Today was another settling in back home kind of day. Alyssa had a good night, really good BSL this morning and has been feeding well during the day. She’s just had her last breastfeed for the night and we started her on the pump about 30 mins ago.
This morning, we saw our paediatrician for the first time since he shipped us off to the RCH and filled him in on what he hadn’t already heard from the metabolic team at the RCH. We will visit again next Wednesday to check Alyssa’s progress, once she has seen the child health nurse.
We discussed some practical aspects with regard to replacing the semi-permanent naso-gastric (NG) feeding tubes and eventually, after Alyssa has her gastrostomy in March, who will be able to assist us in replacing the PEG. It turns out that probably the most help will be Ward 4K (the children’s ward) at the Launceston General Hospital. Although we learned how to do an NG tube, we don’t want to have to do it unless it’s an absolute emergency. Likewise, we don’t want to have to stress about replacing a PEG if we aren’t entirely comfortable with doing it right.
We also discussed Alyssa’s right arm, which appears to have suffered some nerve damage as it is often weak and floppy. The doctors all seem to think it’s Erb’s Palsy, also known as Brachial Plexus Palsy. Whilst the presentation seems to fit, our concern is that it didn’t come to our attention until last week that her right arm was weak. At the time, the neonatologists and I discussed if it had simply atrophied due to the splint being on it, however when we mentioned it again on Tuesday, they were more interested in looking at it and had some X-rays done that came back clear of any apparent fracture.
After we came home from our appointment, I suggested we should check the photos we had of Alyssa post birth and also in the LGH. Sure enough, we found numerous photos of her at home, in the LGH NICU and even at the RCH in which she is using her right arm normally and it doesn’t appear at all limp or weak as it does now.

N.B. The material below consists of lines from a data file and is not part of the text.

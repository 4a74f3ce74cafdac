import { describe, it } from 'vitest';
import { phaseShift, phaseDeg, dampingFromPhase, NoDampingForPhaseError, PHASE_FAIL_BELOW_DEG } from '../../server/physics/phase-shift';
import { estimateFromLane } from '../../server/physics/lane-estimate';
import { adhesionPct } from '../../server/physics/adhesion';
import { stateSpace, modes } from '../../server/physics/quarter-car';
import { solveLinear } from '../../server/physics/linalg';
import { PhysicsInputError, type CornerParams } from '../../server/physics/types';
import { checkClose, checkRange, checkThat, CAR, DEMO_CORNERS, thrownBy } from './check';

/**
 * Phase of contact force against plate displacement straight from the state-space matrices:
 * (jωI − A)·X = B·jω (road displacement in, B takes road velocity), force = C·X, solved as an
 * 8×8 real system — independent of the closed-form transfer functions the engine uses.
 */
function directPhaseDeg(c: CornerParams, fHz: number): number {
  const { A, B, outputs } = stateSpace(c);
  const w = 2 * Math.PI * fHz;
  const m = new Float64Array(64);
  for (let i = 0; i < 4; i++) {
    for (let j = 0; j < 4; j++) {
      m[i * 8 + j] = -A[i * 4 + j];
      m[(i + 4) * 8 + (j + 4)] = -A[i * 4 + j];
    }
    m[i * 8 + (i + 4)] = -w; // Re: −A·xr − ω·xi = Re(jω·B) = 0
    m[(i + 4) * 8 + i] = w; //  Im:  ω·xr − A·xi = ω·B
  }
  const rhs = new Float64Array(8);
  for (let i = 0; i < 4; i++) rhs[i + 4] = w * B[i];
  const x = solveLinear(m, rhs, 8);
  let re = 0;
  let im = 0;
  for (let i = 0; i < 4; i++) {
    re += outputs.tireLoad[i] * x[i];
    im += outputs.tireLoad[i] * x[i + 4];
  }
  return (Math.abs(Math.atan2(im, re)) * 180) / Math.PI;
}
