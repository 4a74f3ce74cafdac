import { oneOf, positiveInt, useListSearchParams } from '@/lib/use-list-search-params';
import { ROUGHNESS_CLASSES } from '@/lib/roughness';
import { ROUGHNESS_SOURCES, SEGMENT_SORTS } from '../api/get-segments';

function readFilters(search: URLSearchParams) {
  return {
    routeId: positiveInt(search.get('routeId')),
    isoClass: oneOf(search.get('isoClass'), ROUGHNESS_CLASSES),
    source: oneOf(search.get('source'), ROUGHNESS_SOURCES),
  };
}

/** The segments table's paging, sort and filters, kept in the address bar. */
export function useSegmentListParams() {
  return useListSearchParams({ sorts: SEGMENT_SORTS, defaultSort: 'routeName', readFilters });
}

All the reading and material I’ve found doesn’t indicate how quickly Erb’s becomes apparent if the damage occurs during labour, but one would imagine that it would appear fairly quickly, not two weeks later.
Regardless, we are continuing with the exercises the physio at the RCH gave us, and our doctor and paed both referred us to see St Giles as they apparently have a paediatric physiotherapist who should be comfortable working with a baby. Erb’s is a far more common occurrence than GSD, so it’s not like we need to necessarily defer to the RCH for treatment if the physios here are competent.
This afternoon, we were even brave enough that I stayed at home with Alyssa and Liam while Donna went to battle Centrelink over carer’s allowance, and more importantly, getting a healthcare card for Alyssa which will assist in the higher than normal cost we’ll incur due to GP and paed visits, test sticks for the glucose meter (which you have to get on script), etc.